Google uses its FeedFetcher crawler to cache anything that is put inside =image(“link”) in the spreadsheet.
If we put =image(“http://example.com/image.jpg”) in one of the cells of Google spreadsheet, Google will send the FeedFetcher crawler to grab the image and cache it to display.
However, one can append random request parameter to the filename and tell FeedFetcher to crawl the same file multiple times. Say, for instance a website hosts a 10 mb file.pdf then pasting a list in the spreadsheet will cause Google’s crawler to fetch the same file 1000 times.
Appending random parameter, each link is treated as different thus Google crawls it multiple times causing a loss of outbound traffic for the website owner. So anyone using a browser and opening just a few tabs on his PC can send huge HTTP GET flood to a web server.
Here, the attacker does not need a huge bandwidth at all. Attacker requests Google to put the image link in the spreadsheet, Google fetches 10 MB data from the server but since it’s a PDF(non-image file), the attacker gets N/A from Google. This type of traffic flow clearly allows amplification and can be disaster.
Using just a single laptop with multiple tabs open and merely copy pasting multiple links to a 10 mb file, Google managed to crawl the same file at 700+ mbps. This 600-700 mbps crawling by Google continued for 30-45 min. at which point I shut down the server. If I do the math correctly, I think it’s about 240 GB of traffic in 45 min.

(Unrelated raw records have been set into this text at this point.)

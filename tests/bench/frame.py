"""The frame in a browser: how smoothly it moves, how soon it answers, what it costs to open and to keep open.

Chromium without a screen and without a graphics processor draws the demo from a server in a process of its own. Times are the
page's own. A machine does other things too: of several rounds the best counts, and each figure says how many there were.
"""

from __future__ import annotations

import atexit
import contextlib
import itertools
import math
import random
import re
import statistics
import subprocess
import sys
import tempfile
import time
from collections.abc import Iterator
from functools import cache
from pathlib import Path
from typing import Any

from playwright.sync_api import Browser, CDPSession, Page, sync_playwright
from run import Figure, figure
from unwatched import Unwatched

CHROMIUM = "/usr/bin/chromium"
FLAGS = [
    "--no-sandbox",
    "--disable-gpu",
    "--disable-background-networking",
    "--disable-component-update",
    "--disable-sync",
]
SCREEN = {"width": 1920, "height": 1080}
ROUNDS = 5
MOVES = 1000
WHEEL_RATE = 0.0022  # natural logarithm of the zoom for a pixel of the wheel: gestures.js
HERE = "#u=16.2&v=15.4&width=12"

# The page notes the time of every frame from now on.
WATCH = """() => {
  window.frames_seen = [];
  const note = (now) => { window.frames_seen.push(now); requestAnimationFrame(note); };
  requestAnimationFrame(note);
}"""

# Turns the wheel so long, ms, that the view gets so many levels (factors of two) closer, by an even share before each
# frame; what the frame has held back of it, because frames came late, follows at the end.
WHEEL = """([levels, long, rate, clientX, clientY]) => new Promise((done) => {
  const hand = document.querySelector('#hand');
  const width = () => Math.log2(Number(document.querySelector('#scale .handle').getAttribute('aria-valuenow')));
  const [begin, first] = [performance.now(), width()];
  let sent = 0;
  const turn = () => {
    const part = Math.min((performance.now() - begin) / long, 1);
    const late = part === 1 && Math.abs(first - width() - levels) > 0.3;
    const deltaY = late ? -20 * Math.sign(levels) : -levels * part * Math.LN2 / rate - sent;
    sent += deltaY;
    hand.dispatchEvent(new WheelEvent('wheel', { deltaY, clientX, clientY, bubbles: true, cancelable: true }));
    if (part < 1 || (late && performance.now() < begin + 2 * long)) requestAnimationFrame(turn);
    else done();
  };
  turn();
})"""


@cache
def stack() -> contextlib.ExitStack:
    """What has to be put away when the bench ends."""
    ends = contextlib.ExitStack()
    atexit.register(ends.close)
    return ends


@cache
def served() -> str:
    """The demo, served; its address."""
    root = Path(__file__).parents[2]
    atlas = root / "marram" / "marram.atlas"
    if not atlas.exists():
        folder = Path(stack().enter_context(tempfile.TemporaryDirectory(prefix="tilemap-bench-")))
        make = [sys.executable, "-m", "tilemap", "demo", str(folder), "--no-serve"]
        subprocess.run(make, check=True, stdout=subprocess.DEVNULL)
        atlas = folder / "marram.atlas"
    command = [sys.executable, "-m", "tilemap", "serve", str(atlas), "--port", "0"]
    server = subprocess.Popen(command, stdout=subprocess.PIPE, stderr=subprocess.STDOUT, text=True)
    stack().callback(server.wait)
    stack().callback(server.terminate)
    assert server.stdout is not None
    for line in server.stdout:
        found = re.search(r"http://\S+", line)
        if found:
            return f"{found[0].rstrip('/')}/marram/"
    raise RuntimeError("the server did not say where it is")


@cache
def browser() -> Browser:
    playwright = stack().enter_context(sync_playwright())
    started = playwright.chromium.launch(executable_path=CHROMIUM, headless=True, args=FLAGS)
    stack().callback(started.close)
    return started


@contextlib.contextmanager
def page(fragment: str = "", slow: bool = False) -> Iterator[tuple[Page, CDPSession, dict[str, list[float]]]]:
    """A browser that has seen nothing yet, with the frame open and at rest; and the bytes that came, by kind."""
    context = browser().new_context(viewport=SCREEN)
    try:
        sheet = context.new_page()
        tools = context.new_cdp_session(sheet)
        kinds: dict[str, str] = {}
        came: dict[str, list[float]] = {}
        tools.send("Network.enable")
        tools.on("Network.responseReceived", lambda e: kinds.__setitem__(e["requestId"], e["type"]))
        tools.on(
            "Network.loadingFinished",
            lambda e: came.setdefault(kinds.get(e["requestId"], "?"), []).append(e["encodedDataLength"]),
        )
        if slow:
            bits = 20e6
            link = {"offline": False, "latency": 80, "downloadThroughput": bits / 8, "uploadThroughput": bits / 8}
            tools.send("Network.emulateNetworkConditions", link)
        sheet.goto(served() + fragment)
        until(sheet, "performance.getEntriesByName('first-view').length")
        yield sheet, tools, came
    finally:
        context.close()


def waiting(so: str) -> str:
    """A script that waits until something is so; in the page itself, whose policy lets no text be run as a script."""
    return f"new Promise((done) => {{ const look = () => ({so}) ? done() : setTimeout(look, 20); look(); }})"


def until(sheet: Page, so: str) -> None:
    sheet.evaluate(f"() => {waiting(so)}")


def rest(sheet: Page) -> None:
    until(sheet, "document.querySelector('#hand').getAttribute('aria-busy') === 'false'")


def width_in_view(sheet: Page) -> float:
    return float(sheet.locator("#scale .handle").first.get_attribute("aria-valuenow") or 0)


def journey(sheet: Page) -> list[float]:
    """Ten seconds of travel by mouse and wheel: frame times in ms."""
    mouse = sheet.mouse
    x, y = SCREEN["width"] / 2, SCREEN["height"] / 2
    start = time.perf_counter()

    def go_on(end: float, step: Any) -> None:
        """Hand movements, sixty a second, up to a time."""
        while (now := time.perf_counter() - start) < end:
            step(now)
            time.sleep(max(0.0, 1 / 60 - (time.perf_counter() - start - now)))

    def zoom(way: int, end: float) -> None:
        """Eight levels, a factor of 256, by the wheel, evenly until `end`."""
        left = end - (time.perf_counter() - start)
        sheet.evaluate(WHEEL, [way * 8, 1000 * left, WHEEL_RATE, x + 120, y - 60])

    widths = [width_in_view(sheet)]
    sheet.evaluate(WATCH)
    mouse.move(x, y)
    mouse.down()
    go_on(2.0, lambda t: mouse.move(x + 260 * math.sin(3 * t), y + 180 * math.sin(2.1 * t)))
    mouse.up()
    for turn in (1, -1):  # two flings
        mouse.move(x - 300 * turn, y)
        mouse.down()
        for k in range(8):
            mouse.move(x + turn * (75 * k - 300), y + 20 * k)
            time.sleep(1 / 60)
        mouse.up()
        go_on(3.0 if turn == 1 else 4.0, lambda _: None)
    mouse.move(x + 120, y - 60)
    zoom(1, 6.5)
    widths.append(width_in_view(sheet))
    mouse.down()
    go_on(7.5, lambda t: mouse.move(x + 120 + 200 * math.sin(4 * (t - 6.5)), y - 60))
    mouse.up()
    zoom(-1, 10.0)
    levels = math.log2(widths[0] / widths[1])
    assert levels > 7.5, f"the journey went over {levels:.1f} levels"
    times = sheet.evaluate("window.frames_seen")
    return [b - a for a, b in itertools.pairwise(times)]


def worked(tools: CDPSession) -> float:
    """Processor time that the page's own thread has taken, s: other programs on the machine do not lengthen it."""
    return {each["name"]: each["value"] for each in tools.send("Performance.getMetrics")["metrics"]}["TaskDuration"]


@cache
def journeys() -> list[tuple[float, float, int, float]]:
    """Of each round: median and 95th percentile of frame times, ms; number of frames; work of the page's thread a frame, ms."""
    found = []
    for _ in range(ROUNDS):
        with page("#u=15&v=15&width=30") as (sheet, tools, _came):
            rest(sheet)
            tools.send("Performance.enable", {"timeDomain": "threadTicks"})
            before = worked(tools)
            times = sorted(journey(sheet))
            work = 1000 * (worked(tools) - before) / len(times)
        found.append((statistics.median(times), times[int(0.95 * (len(times) - 1))], len(times), round(work, 1)))
    return found


def median() -> Iterator[Figure]:
    best = min(journeys())
    yield figure(
        "frame/median_ms",
        best[0],
        "ms",
        f"17 ms; best of {ROUNDS} journeys of ten seconds",
        frames=best[2],
        work_ms=best[3],
    )


def slowest() -> Iterator[Figure]:
    best = min(journeys(), key=lambda each: each[1])
    yield figure(
        "frame/p95_ms",
        best[1],
        "ms",
        f"34 ms; best of {ROUNDS} journeys of ten seconds",
        frames=best[2],
        work_ms=best[3],
    )


def colours(fragment: str) -> list[float]:
    """How long the map takes to take over other colours, from the press of a key to the last tile of the view, ms."""
    with page(fragment) as (sheet, _tools, _came):
        rest(sheet)
        for _ in range(4 * ROUNDS):
            sheet.keyboard.press("r")
            sheet.wait_for_timeout(400)
            rest(sheet)
        return sheet.evaluate("performance.getEntriesByName('recolour').map((each) => each.duration)")


def recolour() -> Iterator[Figure]:
    times = sorted(colours(HERE))
    compared = f"50 ms; best of {len(times)} changes"
    yield figure("frame/recolour_ms", times[0], "ms", compared, median=statistics.median(times))


def blend() -> Iterator[Figure]:
    times = sorted(colours(f"{HERE}&sheet=gas&hue=temperature"))
    compared = f"100 ms; best of {len(times)} changes, brightness from one sheet and hue from another"
    yield figure("frame/blend_ms", times[0], "ms", compared, median=statistics.median(times))


# What has come, in bytes as sent, in the page or in one of its workers, where tiles are fetched.
CAME = "performance.getEntriesByType('resource').reduce((sum, { transferSize }) => sum + transferSize, 0)"


def first_views(slow: bool, rounds: int = ROUNDS) -> list[tuple[float, float, float]]:
    """Seconds to the first complete view, megabytes until then, and kilobytes of scripts and styles."""
    found = []
    for _ in range(rounds):
        with page(slow=slow) as (sheet, _tools, came):
            seconds = sheet.evaluate("performance.getEntriesByName('first-view')[0].startTime") / 1000
            tiles = sum(worker.evaluate(CAME) for worker in sheet.workers)
            code = sum(sum(came.get(kind, [])) for kind in ("Script", "Stylesheet"))
            found.append((seconds, (sheet.evaluate(CAME) + sum(came["Document"]) + tiles) / 1e6, code / 1e3))
    return found


@cache
def local_views() -> list[tuple[float, float, float]]:
    return first_views(slow=False)


def first_view() -> Iterator[Figure]:
    yield figure("frame/first_view_s", min(local_views())[0], "s", f"1.0 s; best of {ROUNDS}, from a local server")


def first_view_slow() -> Iterator[Figure]:
    seconds = min(first_views(slow=True))[0]
    yield figure("frame/first_view_slow_s", seconds, "s", f"2.5 s; best of {ROUNDS}, at 20 Mbit/s and 80 ms of delay")


def first_view_size() -> Iterator[Figure]:
    most = max(size for _, size, _ in local_views())
    yield figure("frame/first_view_mb", most, "MB", "1.5 MB; all that came before the first view was complete, as sent")


def code() -> Iterator[Figure]:
    static = Path(__file__).parents[2] / "static"
    files = [file for kind in ("*.js", "*.css") for file in static.glob(kind)]
    raw = sum(file.stat().st_size for file in files)
    most = max(size for _, _, size in local_views())
    yield figure("frame/code_kb", most, "kB", "150 kB; scripts and styles as sent", unpacked_kb=round(raw / 1e3, 1))


def process_mb(pid: int) -> float:
    """Memory that a process alone takes: its proportional set size."""
    text = Path(f"/proc/{pid}/smaps_rollup").read_text()
    return int(re.search(r"^Pss:\s+(\d+)", text, re.M)[1]) * 1024 / 1e6  # type: ignore[index]


def wander(sheet: Unwatched, dice: random.Random) -> None:
    """A random move: the wheel, a drag, a link; another sheet, tone or depth now and then."""
    x, y = dice.randint(500, 1500), dice.randint(300, 800)
    kind = dice.random()
    if kind < 0.4:
        sheet.mouse("mouseWheel", x, y, deltaX=0, deltaY=dice.uniform(-900, 900))
    elif kind < 0.7:
        sheet.mouse("mousePressed", x, y, button="left", buttons=1)
        for _ in range(3):
            sheet.mouse("mouseMoved", dice.randint(500, 1500), dice.randint(300, 800), button="left", buttons=1)
        sheet.mouse("mouseReleased", x, y, button="left")
    elif kind < 0.85:
        width = 30 * 2 ** -dice.uniform(0, 6)
        u, v = dice.uniform(2, 28), dice.uniform(2, 28)
        sheet.run(f"location.hash = '#u={u:.3f}&v={v:.3f}&width={width:.4g}'")
    else:
        sheet.press(dice.choice("1234rl" if kind < 0.95 else "[]{}\\"))
    time.sleep(0.06)


def heap() -> Iterator[Figure]:
    dice = random.Random(5)
    sheet = Unwatched(CHROMIUM, FLAGS, SCREEN["width"], SCREEN["height"])
    try:
        sheet.go(served() + HERE)
        sizes = []
        for move in range(1, MOVES + 1):
            wander(sheet, dice)
            if move % (MOVES // 10) == 0:
                sheet.run(waiting("document.querySelector('#hand').getAttribute('aria-busy') === 'false'"))
                sheet.send("HeapProfiler.collectGarbage")
                time.sleep(0.3)
                sizes.append(max(map(process_mb, sheet.pages())))
    finally:
        sheet.close()
    early, late = statistics.mean(sizes[1:4]), statistics.mean(sizes[-3:])
    yield figure(
        "frame/heap_growth",
        late / early,
        "ratio",
        f"1.0, level: memory of the page's process after {MOVES} random moves over that after {MOVES * 3 // 10}",
        megabytes=[round(size) for size in sizes],
    )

I was surprised that I was getting such high outbound traffic. With only a little bit of more load, I think the outbound will reach Gbps and the inbound traffic will reach 50-100 mbps. I can only imagine the numbers when multiple attackers get into this. Google uses multiple IP addresses to crawl and although one can use User Agent to block these attacks, the victim will have to edit the server config and in many cases it might be too late if this attack goes un-noticed. The attack could be so easily prolonged for hours just because of its ease of use.
After I found this bug, I started Googling for any such incidents, and I found two:
The Google Attack explains how the blogger attacked himself and got a huge traffic bill.
Another article, Using Spreadsheet as a DDoS Weapon explains similar attack but points that an attacker must first crawl the entire target website and keep the links in spreadsheet using multiple accounts and as such.
I found it a bit weird that nobody tried appending random request variables. Even though the target website has 1 file, adding random request variables thousands of request can be sent to that website. It’s a bit scary actually. Anyone copy pasting few links in the browser tabs should not be able to do this.
I submitted this bug to Google yesterday and got a response today that this is not a security vulnerability. This is a brute force denial of service and will not be included in the bug bounty.
May be they knew about this before hand and don’t really think it’s a bug ?
I hope they do fix this issue though. It’s simply annoying that anyone could manipulate Google crawlers to do this. A simple fix will be just crawling the links without the request parameters so that we don’t have to suffer.